Secondly, the argument could easily be made that Jimmer hasn’t performed to a $3.1-million salary level.  There are reasons why that argument can be heard, but it doesn’t excuse the reality.  Jimmer’s per 36-minute numbers are excellent.  He averaged 18.4 points and 3.4 assists, while shooting 41.7 percent from 3-point range. If those were his actual numbers, then we wouldn’t be having this discussion.

Instead of those quality numbers, Jimmer averaged just 7.2 points and 1.3 assists in 14 minutes per game off of Smart’s bench.   There are a lot of fans who blame Smart for the way that Jimmer and others were handled over the last two seasons and to some extent, that blame was warranted.

There was more than one occasion when Smart complimented Jimmer’s play and promised to give him more time, only to reduce his minutes further.  All in all, Jimmer sat through 13 games in the 2012-13 season without having his number called once.  And down the stretch that season, 27-year-old journeyman Toney Douglas received the lion’s share of the reserve guard minutes, with Jimmer sitting idle in a very expensive seat.

In Smart’s defense, Douglas brought a defensive mindset to the game that Jimmer was not equipped to match.  But in a 28-win season and with Douglas playing out the final year of a contract, it would have been nice to see Jimmer get more time to develop on the court.

Lastly, there is another aspect to having Jimmer on your roster that has nothing to do with wins and losses.  In fact, it’s hard to quantify this last piece to his game without dancing on a fine line.

When I think about Jimmer and his effect on the fans, I’m reminded of a great line from Billy Joel’s Piano Man.

“It’s a pretty good crowd for a Saturday, and the manager gives me a smile, ’cause he knows that it’s me they’ve been coming to see to forget about life for awhile.”

It feels like each and every night, half of the building is there to watch Jimmer hit a 3-point shot.

Lost in all of the new ticket sales for the Sacramento Kings, there is a number that can be directly attributed to Jimmer Fredette.  The same can be said about jersey sales and television viewers.  Jimmer has a following and a brand that transcends sports.  He is a flat-out moneymaker for the Kings, but for many, the Jimmer effect is polarizing.

But it shouldn’t be, because there is yet another layer to Jimmer’s popularity.

Love him as a player or not, love his fans or not, the effect that this kid has on a crowd is different than almost any player in the league.  Every time no. 7 pulls up from 24 feet out and drops in a 3-ball, the crowd goes nuts.  While he quietly goes back to the other end of the floor, the fans are pining for more and you can feel the energy in the building change.  You don’t have to be a Jimmer fan to appreciate the way he can change a game.

When you’re a 28-win team, you need every advantage you can possibly get.  If an NBA crowd truly means anything to the outcome of a game, then you can add yet another aspect to the game that Jimmer has an ability to impact.  He is a bonafide momentum changer and because of who he is off the court, his impact on the fans will follow him regardless of what city he plays in.

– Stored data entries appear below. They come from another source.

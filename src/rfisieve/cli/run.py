"""``rfisieve run`` around Snakemake: the night's progress on the terminal, and its verdict.

:func:`follow` waits for the Snakemake process while a watcher thread reads what the
flag jobs leave in the output directory: the chunk progress file of the scan being
flagged (``logs/flag/<scan>.progress``) and the scan records (``scans/<scan>.json``).
On a terminal it keeps one status line up to date (the scan being flagged, its chunks,
the night's share of samples done and an estimate of the time left); into a file or a
pipe it writes a line when a scan finishes, at most one every :data:`LOG_EVERY`
seconds, so a log is never flooded.

:func:`verdict` reads the night's end (``failed_scans.csv``): every failed scan with its
one-line reason, and the exit status (1 when any scan failed).  When Snakemake itself
stopped before the review (a job killed, say), it writes the review page and
``failed_scans.csv`` for the scans that finished, so they are never lost.
"""

import glob
import json
import os
import re
import sys
import threading
import time

#: Seconds between progress lines when stderr is not a terminal.
LOG_EVERY = 30.0

#: Snakemake's routine chatter, left out of ``rfisieve run``'s terminal (``--verbose``
#: shows everything); errors and anything else pass through.
CHATTER = re.compile(
    r"^(Select jobs to execute\.\.\.|Execute \d+ jobs\.\.\.|Using shell: .*|Building DAG of jobs\.\.\."
    r"|Assuming unrestricted shared filesystem usage\.|Using workflow specific profile .*"
    r"|Config file .* is extended by additional config specified via the command line\."
    r"|Complete log\(s\): .*|Elapsed time: .*|host: .*|Provided cores: .*|Rules claiming more threads .*"
    r"|Job stats:.*|Nothing to be done .*|\s*)$")


def _shape_samples(path):
    try:
        import h5py

        with h5py.File(path, "r") as f:
            return int(f["data"].size) if "data" in f else 0
    except (OSError, KeyError, TypeError, ValueError):
        return 0


def _fmt_eta(seconds):
    if seconds is None:
        return "time left unknown"
    seconds = int(round(seconds))
    if seconds < 90:
        return f"~{seconds} s left"
    if seconds < 5400:
        return f"~{seconds // 60} min left"
    return f"~{seconds / 3600:.1f} h left"


class Watcher(threading.Thread):
    """Polls the outdir and draws the night's progress (see the module docstring)."""

    def __init__(self, outdir, paths, stream=None, interval=0.5):
        super().__init__(daemon=True, name="rfisieve-progress")
        from rfisieve.io.scan import scan_name

        self.outdir, self.stream, self.interval = outdir, stream or sys.stderr, interval
        self.scans = {scan_name(p): p for p in paths}
        self.samples = {}
        self.stop_event = threading.Event()
        self.t0 = time.time()
        self.tty = hasattr(self.stream, "isatty") and self.stream.isatty()
        self.before = set(self._finished(since=0.0))  # scans already done when the run started
        self.last_line, self.last_print, self.width = "", 0.0, 0
        self.lock = threading.Lock()

    def emit(self, text):
        """Write a line of other output without tearing the status line."""
        with self.lock:
            if self.tty and self.width:
                self.stream.write("\r" + " " * self.width + "\r")
                self.width = 0
                self.last_line = ""
            self.stream.write(text if text.endswith("\n") else text + "\n")
            self.stream.flush()

    def _finished(self, since=None):
        """Scans whose record was written since ``since`` (default: this run's start)."""
        since = self.t0 - 1 if since is None else since
        done = []
        for scan in self.scans:
            try:
                if os.path.getmtime(os.path.join(self.outdir, "scans", f"{scan}.json")) >= since:
                    done.append(scan)
            except OSError:
                continue
        return done

    def _size(self, scan):
        if scan not in self.samples:
            self.samples[scan] = _shape_samples(self.scans[scan])
        return self.samples[scan]

    def status(self):
        """The status line now (str), or "" before anything is known."""
        finished = [s for s in self._finished() if s not in self.before]
        current = []
        for p in sorted(glob.glob(os.path.join(self.outdir, "logs", "flag", "*.progress"))):
            try:
                if os.path.getmtime(p) < self.t0 - 1:
                    continue  # left by a job of an earlier, killed run
                with open(p, encoding="utf-8") as fh:
                    current.append(json.load(fh))
            except (OSError, ValueError):
                continue
        todo = [s for s in self.scans if s not in self.before]
        if not todo:
            return ""
        total = sum(self._size(s) for s in todo)
        done = sum(self._size(s) for s in finished)
        for c in current:
            if c.get("scan") in self.scans and c["scan"] not in finished:
                done += int(c.get("samples", 0)) * c.get("done", 0) / max(1, c.get("total", 1))
        elapsed = time.time() - self.t0
        eta = None
        if done > 0 and elapsed > 2:
            eta = (total - done) * elapsed / done
        parts = []
        for c in current[:2]:
            parts.append(f"flagging {c.get('scan')} ({c.get('done', 0)}/{c.get('total', '?')} chunks)")
        if len(finished) >= len(todo) and not current:
            return f"night: {len(finished)}/{len(todo)} scans done; writing the review page"
        share = 100.0 * done / total if total else 100.0
        parts.append(f"night: {len(finished)}/{len(todo)} scans, {share:.0f} % of samples, {_fmt_eta(eta)}")
        return "; ".join(parts)

    def _draw(self, line, final=False):
        with self.lock:
            self._draw_locked(line, final)

    def _draw_locked(self, line, final):
        if self.tty:
            pad = max(0, self.width - len(line))
            self.stream.write("\r" + line + " " * pad + ("\n" if final else ""))
            self.width = len(line)
            self.stream.flush()
            return
        now = time.time()
        if final or now - self.last_print >= LOG_EVERY:
            self.stream.write(f"rfisieve run: {line}\n")
            self.stream.flush()
            self.last_print = now

    def run(self):
        self.last_print = time.time()  # the first file line after LOG_EVERY seconds
        while not self.stop_event.wait(self.interval):
            try:
                line = self.status()
            except Exception:  # progress is a courtesy: never let it stop the night
                continue
            if line and line != self.last_line:
                self._draw(line)
                self.last_line = line

    def stop(self):
        self.stop_event.set()
        self.join(timeout=5)
        if self.tty and self.last_line:
            self.stream.write("\n")
            self.stream.flush()


def _relay(pipe, watcher, stream):
    """Pass Snakemake's stderr on, without its routine chatter."""
    for line in iter(pipe.readline, ""):
        if CHATTER.match(line.rstrip("\n")):
            continue
        if watcher is not None:
            watcher.emit(line)
        else:
            stream.write(line)
            stream.flush()


def follow(proc, outdir, paths, show=True, stream=None):
    """Wait for the Snakemake process ``proc``, showing the night's progress; its exit status.

    When ``proc`` was started with ``stderr=subprocess.PIPE`` (text mode), its lines
    are relayed without Snakemake's routine chatter (:data:`CHATTER`).
    """
    stream = stream or sys.stderr
    watcher = Watcher(outdir, paths, stream=stream) if show and paths else None
    if watcher is not None:
        watcher.start()
    relay = None
    if proc.stderr is not None:
        relay = threading.Thread(target=_relay, args=(proc.stderr, watcher, stream), daemon=True)
        relay.start()
    try:
        rc = proc.wait()
        if relay is not None:
            relay.join(timeout=5)
        return rc
    finally:
        if watcher is not None:
            watcher.stop()


def _jobs_ran(outdir, since):
    for p in glob.glob(os.path.join(outdir, "logs", "flag", "*.log")):
        try:
            if os.path.getmtime(p) >= since:
                return True
        except OSError:
            continue
    return False


def verdict(outdir, paths, rc, bands_dir=None, previous=None, stream=None, since=None, strict=False):
    """The night's end as ``rfisieve run`` reports it; returns its exit status.

    0: every scan flagged.  1: the night ran to its end but some scans failed (each is
    printed with its reason).  2: Snakemake stopped for another reason; when flag jobs
    had started (after ``since``, a time.time() value) and not ``strict``, the review
    page and failed_scans.csv are then written here for the scans that finished, and
    scans with no record are listed as failed.
    """
    from rfisieve.cli import night as cli_night
    from rfisieve.engine import night
    from rfisieve.io.scan import scan_name

    stream = stream or sys.stderr
    failed_csv = os.path.join(outdir, "failed_scans.csv")
    rows = cli_night.read_failed(failed_csv)
    review_done = os.path.isfile(os.path.join(outdir, "report", "index.html")) and os.path.isfile(failed_csv)
    if rc != 0 and paths and not strict and (since is None or _jobs_ran(outdir, since)):
        records = [night.record_path(outdir, scan_name(p)) for p in paths]
        missing = [r for r in records if not os.path.isfile(r)]
        if missing or not review_done:
            print(f"rfisieve run: the workflow stopped (snakemake exit status {rc}); writing the review "
                  "page for the scans that finished", file=stream)
            for rec in missing:
                scan = os.path.basename(rec)[:-5]
                night.write_record(rec, {"scan": scan, "path": dict(zip(map(scan_name, paths), paths))[scan],
                                         "status": "failed", "stage": "flag",
                                         "reason": f"its job did not finish; see {outdir}/logs/flag/"})
            try:
                _, rows = cli_night.wrap_up(outdir, records, bands_dir=bands_dir, previous=previous)
            except Exception as err:  # the review page is a courtesy here
                print(f"rfisieve run: the review page could not be written ({err})", file=stream)
                rows = cli_night.read_failed(failed_csv)
            for rec in missing:  # not a result: the next run retries these scans
                try:
                    os.unlink(rec)
                except OSError:
                    pass
            for line in cli_night.failed_text(rows, len(paths)):
                print(f"rfisieve run: {line}", file=stream)
            return 2
    for line in cli_night.failed_text(rows, len(paths) if paths else None):
        print(f"rfisieve run: {line}", file=stream)
    if rows:
        return 1
    return 0 if rc == 0 else 2


# -- the steps of ``rfisieve run`` (cmd_run in rfisieve.cli calls them in turn) ----------
def start(cmd, root, args, launch=None):
    """Start Snakemake (``cmd``) in ``root`` with ``launch`` (default subprocess.Popen;
    rfisieve run passes its signal guard's); its stderr is piped unless --verbose or
    --dry-run."""
    import subprocess

    quiet = not (args.dry_run or args.verbose)
    print(f"rfisieve run: starting the workflow in {root} ({args.cores} cores)", file=sys.stderr, flush=True)
    return (launch or subprocess.Popen)(cmd, cwd=str(root), stderr=subprocess.PIPE if quiet else None,
                                        text=True, bufsize=1)


def wait(proc, outdir, args):
    """:func:`follow` with the night's progress shown unless --verbose or --dry-run."""
    return follow(proc, outdir, getattr(args, "night_paths", None) or [],
                  show=not (args.dry_run or args.verbose))


def finish(rc, outdir, args, root, started):
    """The exit status of ``rfisieve run`` after Snakemake's ``rc`` (see :func:`verdict`)."""
    from rfisieve.errors import RfisieveError

    if args.dry_run:
        return 0 if rc == 0 else 2
    run = args.night_run
    status = verdict(outdir, args.night_paths, rc, bands_dir=os.path.join(str(root), run["bands_dir"]),
                     previous=run["previous_run"], since=started - 1, strict=bool(run.get("strict")))
    if status == 2:
        raise RfisieveError(f"the workflow stopped (snakemake exit status {rc}); read the messages above "
                            f"and the logs under {outdir}/logs, fix it and rerun: finished scans are kept")
    print(f"rfisieve run: {'done' if status == 0 else 'finished, with failed scans,'} in "
          f"{time.time() - started:.0f} s", file=sys.stderr)
    for what, rel in (("masks", "flags/<scan>.h5"), ("occupancy", "occupancy/<scan>.csv"),
                      ("run occupancy", "occupancy/run.csv"), ("review page", "report/index.html"),
                      ("failed scans", "failed_scans.csv"), ("logs", "logs/<stage>/<name>.log")):
        path = os.path.join(outdir, rel)
        if os.path.exists(path.split("<")[0]):  # e.g. not after -- --unlock
            print(f"  {what:<14} {path}", file=sys.stderr)
    return status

So again, the basic question is a tough one.  Is Jimmer worth $3.1 million in salary and cap space next season to the Kings, or is he worth more as an expiring contract?  It is a decision that has many layers and one that I am personally glad I don’t have to make.

The discussion surrounding this decision is bound to get heated, because this isn’t your typical NBA player.  And for what it’s worth, Jimmer hasn’t asked for any of the fuss that follows him.  He is a respectful, intelligent young man trying to make his way in the chaotic world that is the NBA.